### DIRECTIONS
From the listing below, copy only the lines running from the line that contains "bool Ends(string ending)" to the line that contains "ArgumentNullException.ThrowIfNull(input);", both included.
+--
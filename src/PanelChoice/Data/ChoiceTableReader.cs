using System.Security.Cryptography;
using PanelChoice.Study;

namespace PanelChoice.Data;

/// <summary>Reads the data file of a study: only the columns that the study needs, every cell checked.</summary>
public static class ChoiceTableReader
{
    /// <summary>Reads the panel's file; its ending says how: .csv, .tsv or .txt (text with a header row), .csv.gz (the same, gzip), .parquet.</summary>
    /// <param name="study">The study, which names the file and the columns.</param>
    /// <returns>
    /// The table, or the problems: <c>data.not_found</c>, <c>data.unreadable</c>, <c>data.unknown_format</c>, <c>data.empty_file</c>,
    /// <c>data.not_text</c>, <c>data.no_rows</c>, <c>data.missing_column</c>, <c>data.duplicate_column</c>, <c>data.unsupported_type</c>,
    /// <c>data.ragged_row</c>, <c>data.bad_quotes</c>, <c>data.not_utf8</c>, <c>data.empty_cell</c>, <c>data.not_a_number</c>,
    /// <c>data.not_finite</c>, <c>data.not_boolean</c>, <c>data.occasion_not_date_or_whole</c>, <c>data.mixed_occasions</c>,
    /// <c>data.occasion_out_of_range</c>, <c>data.too_long</c>.
    /// </returns>
    public static Checked<ChoiceTable> Read(StudySpecification study)
    {
        ArgumentNullException.ThrowIfNull(study);
        return Open(study, (file, read) =>
        {
            var sha256 = Convert.ToHexStringLower(SHA256.HashData(file));
            var columns = new ChoiceColumns(study);
            read(columns);
            return columns.Finish(sha256);
        });
    }

    /// <summary>Opens the panel's file for something that reads it, and turns what can go wrong with files into problems.</summary>
    /// <typeparam name="T">What is made of it.</typeparam>
    /// <param name="study">The study.</param>
    /// <param name="use">Gets the file, and what reads it from its beginning into columns.</param>
    internal static Checked<T> Open<T>(StudySpecification study, Func<FileStream, Action<ChoiceColumns>, Checked<T>> use)
        where T : class
    {
        var source = study.Panel;
        FileStream stream;
        try
        {
            stream = new FileStream(source.FullPath, FileMode.Open, FileAccess.Read, FileShare.Read, 1 << 16, FileOptions.SequentialScan);
        }
        catch (Exception e) when (e is FileNotFoundException or DirectoryNotFoundException)
        {
            return Bad("data.not_found", "there is no such file", $"check [panel] file; it was looked for at {source.FullPath}");
        }
        catch (Exception e) when (e is IOException or UnauthorizedAccessException)
        {
            var isFolder = Directory.Exists(source.FullPath);
            return Bad("data.unreadable", isFolder ? "this is a folder" : $"the file cannot be opened ({e.Message})", "name a file that can be read");
        }

        using (stream)
        {
            var read = ReaderFor(source.File);
            if (read is null)
                return Bad(
                    "data.unknown_format", "the ending of the name does not say how the file is written",
                    "give a .csv, .csv.gz, .tsv, .txt or .parquet file");
            try
            {
                if (stream.Length == 0) return Bad("data.empty_file", "the file is empty", "give a header row and the panel's rows");
                return use(stream, columns =>
                {
                    stream.Position = 0;
                    read(stream, source.File, columns);
                });
            }
            catch (IOException e)
            {
                return Bad("data.unreadable", $"the file cannot be read ({e.Message})", "check the disk, or copy the file again");
            }
        }

        Checked<T> Bad(string id, string what, string remedy) => Checked<T>.Bad([new Problem(id, source.File, what, remedy)]);
    }

    private static Action<Stream, string, ChoiceColumns>? ReaderFor(string file)
    {
        if (Ends(".csv.gz")) return CsvChoiceReader.ReadCompressed;
        if (Ends(".csv") || Ends(".tsv") || Ends(".txt")) return CsvChoiceReader.Read;
        return Ends(".parquet") ? ParquetChoiceReader.Read : null;

        bool Ends(string ending) => file.EndsWith(ending, StringComparison.OrdinalIgnoreCase);
    }
}
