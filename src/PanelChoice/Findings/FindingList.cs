using System.Collections.Immutable;

namespace PanelChoice.Findings;

/// <summary>Joins what the stages measured into findings that a reader can use.</summary>
public static class FindingList
{
    /// <summary>All findings, in the order of <see cref="FindingTopic"/> and, inside a topic, in the order to be read.</summary>
    /// <param name="input">What they are drawn from.</param>
    public static ImmutableArray<Finding> Of(FindingsInput input)
    {
        ArgumentNullException.ThrowIfNull(input);
        return
        [
            .. SampleFindings.Of(input),
            .. TrustFindings.Of(input),
            .. PrecisionFindings.Of(input),
            .. PastFindings.Of(input),
            .. NestFindings.Of(input),
            .. IndependenceFindings.Of(input),
            .. AdviceFindings.Of(input),
            .. CautionFindings.Of(input),
        ];
    }
}
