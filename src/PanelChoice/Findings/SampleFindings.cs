namespace PanelChoice.Findings;

/// <summary>What the covariates say about the sample and about history.</summary>
internal static class SampleFindings
{
    public static IEnumerable<Finding> Of(FindingsInput input)
    {
        foreach (var caution in input.Sample.Cautions)
            yield return new Finding(caution.Id, FindingTopic.Sample, FindingSeverity.Notice, caution.Sentence, []);
        foreach (var stock in input.Sample.StockStarts)
            yield return new Finding(
                "history.stock_start", FindingTopic.Sample, FindingSeverity.Information,
                $"The habit stock '{stock.Term}' starts at one over the number of alternatives; that start still has a weight of "
                + $"{PlainNumber.Percent(stock.WeightAtFirst)} at a person's first used occasion and "
                + $"{PlainNumber.Percent(stock.WeightAtMedian)} at the median one.",
                [new FindingFigure("weight at the first", stock.WeightAtFirst), new FindingFigure("weight at the median", stock.WeightAtMedian)]);
    }
}
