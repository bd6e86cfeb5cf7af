using System.Globalization;
using System.Text;
using Parquet;
using Parquet.Schema;

namespace PanelChoice.Data;

/// <summary>Hands the cells of a decoded column, one after the other, to a column of the table.</summary>
internal delegate void ColumnFiller(CellColumn into, ReadOnlySpan<CellPlace> places);

/// <summary>Decodes one column of one row group.</summary>
internal delegate ColumnFiller ColumnDecoder(ParquetRowGroupReader group, DataField field);

/// <summary>How each type that Parquet stores becomes a cell.</summary>
internal static class ParquetDecoding
{
    private static readonly Dictionary<Type, ColumnDecoder> Decoders = new()
    {
        [typeof(double)] = DecoderOf<double>((into, at, v) => into.Number(at, v)),
        [typeof(float)] = DecoderOf<float>((into, at, v) => into.Number(at, v)),
        [typeof(decimal)] = DecoderOf<decimal>(PutDecimal),
        [typeof(long)] = DecoderOf<long>((into, at, v) => into.Whole(at, v)),
        [typeof(int)] = DecoderOf<int>((into, at, v) => into.Whole(at, v)),
        [typeof(short)] = DecoderOf<short>((into, at, v) => into.Whole(at, v)),
        [typeof(sbyte)] = DecoderOf<sbyte>((into, at, v) => into.Whole(at, v)),
        [typeof(byte)] = DecoderOf<byte>((into, at, v) => into.Whole(at, v)),
        [typeof(ushort)] = DecoderOf<ushort>((into, at, v) => into.Whole(at, v)),
        [typeof(uint)] = DecoderOf<uint>((into, at, v) => into.Whole(at, v)),
        [typeof(ulong)] = DecoderOf<ulong>((into, at, v) => PutDecimal(into, at, v)),
        [typeof(bool)] = DecoderOf<bool>((into, at, v) => into.Truth(at, v)),
        [typeof(DateTime)] = DecoderOf<DateTime>((into, at, v) => into.Moment(at, v)),
        [typeof(ReadOnlyMemory<char>)] = DecoderOf<ReadOnlyMemory<char>>((into, at, v) => PutText(into, at, v.Span)),
    };

    /// <summary>The decoder of a field; null for nested values and for types that mean nothing in a panel.</summary>
    public static ColumnDecoder? DecoderOf(Field field) =>
        field is DataField { IsArray: false } data ? Decoders.GetValueOrDefault(data.ClrType) : null;

    /// <summary>What a field holds, for messages.</summary>
    public static string KindOf(Field field) =>
        field is DataField { IsArray: false } data ? string.Create(CultureInfo.InvariantCulture, $"values of the type {data.ClrType.Name}") : "nested values";

    /// <summary>Waits for the library, whose interface is asynchronous throughout while a file on disk is not.</summary>
    public static T Wait<T>(Task<T> task) => task.GetAwaiter().GetResult();

    /// <summary>
    /// A required column has to be read as such: the library takes the definition levels of one that is read as nullable from a buffer that
    /// nobody filled, so that cells come out empty at random.
    /// </summary>
    private static ColumnDecoder DecoderOf<T>(Action<CellColumn, CellPlace, T> put)
        where T : struct => (group, field) =>
    {
        if (!field.IsNullable)
        {
            var all = Scratch<T>.Of(checked((int)group.RowCount));
            group.ReadAsync(field, all).AsTask().GetAwaiter().GetResult();
            return (into, places) =>
            {
                var cells = all.Span;
                for (var i = 0; i < cells.Length; i++) put(into, places[i], cells[i]);
            };
        }

        var some = Scratch<T?>.Of(checked((int)group.RowCount));
        group.ReadAsync(field, some).AsTask().GetAwaiter().GetResult();
        return (into, places) =>
        {
            var cells = some.Span;
            for (var i = 0; i < cells.Length; i++)
                if (cells[i] is { } value) put(into, places[i], value);
                else into.Empty(places[i]);
        };
    };

    /// <summary>
    /// The array that the cells of one column of a row group are decoded into, good until the next column of the same kind is. Arrays of this size, made
    /// anew for each column, would pile up faster than the runtime collects them.
    /// </summary>
    private static class Scratch<T>
    {
        [ThreadStatic]
        private static T[]? cells;

        public static Memory<T> Of(int rows)
        {
            if (cells is null || cells.Length < rows) cells = new T[rows];
            // An empty cell is one that the library does not write.
            Array.Clear(cells);
            return cells.AsMemory(0, rows);
        }
    }

    /// <summary>Whole numbers keep all their digits, because ids of twenty digits must not run together.</summary>
    private static void PutDecimal(CellColumn into, CellPlace at, decimal value)
    {
        if (value != decimal.Truncate(value)) into.Number(at, (double)value);
        else if (value is >= long.MinValue and <= long.MaxValue) into.Whole(at, (long)value);
        else PutText(into, at, value.ToString("F0", CultureInfo.InvariantCulture));
    }

    private static void PutText(CellColumn into, CellPlace at, ReadOnlySpan<char> text)
    {
        Span<byte> small = stackalloc byte[256];
        var most = Encoding.UTF8.GetMaxByteCount(text.Length);
        var utf8 = most <= small.Length ? small : new byte[most];
        into.Text(at, utf8[..Encoding.UTF8.GetBytes(text, utf8)]);
    }
}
+--
### PROBLEM SOLUTION
        bool Ends(string ending) => file.EndsWith(ending, StringComparison.OrdinalIgnoreCase);
    }
}
filename src/PanelChoice/Findings/FindingList.cs
using System.Collections.Immutable;

namespace PanelChoice.Findings;

/// <summary>Joins what the stages measured into findings that a reader can use.</summary>
public static class FindingList
{
    /// <summary>All findings, in the order of <see cref="FindingTopic"/> and, inside a topic, in the order to be read.</summary>
    /// <param name="input">What they are drawn from.</param>
    public static ImmutableArray<Finding> Of(FindingsInput input)
    {
        ArgumentNullException.ThrowIfNull(input);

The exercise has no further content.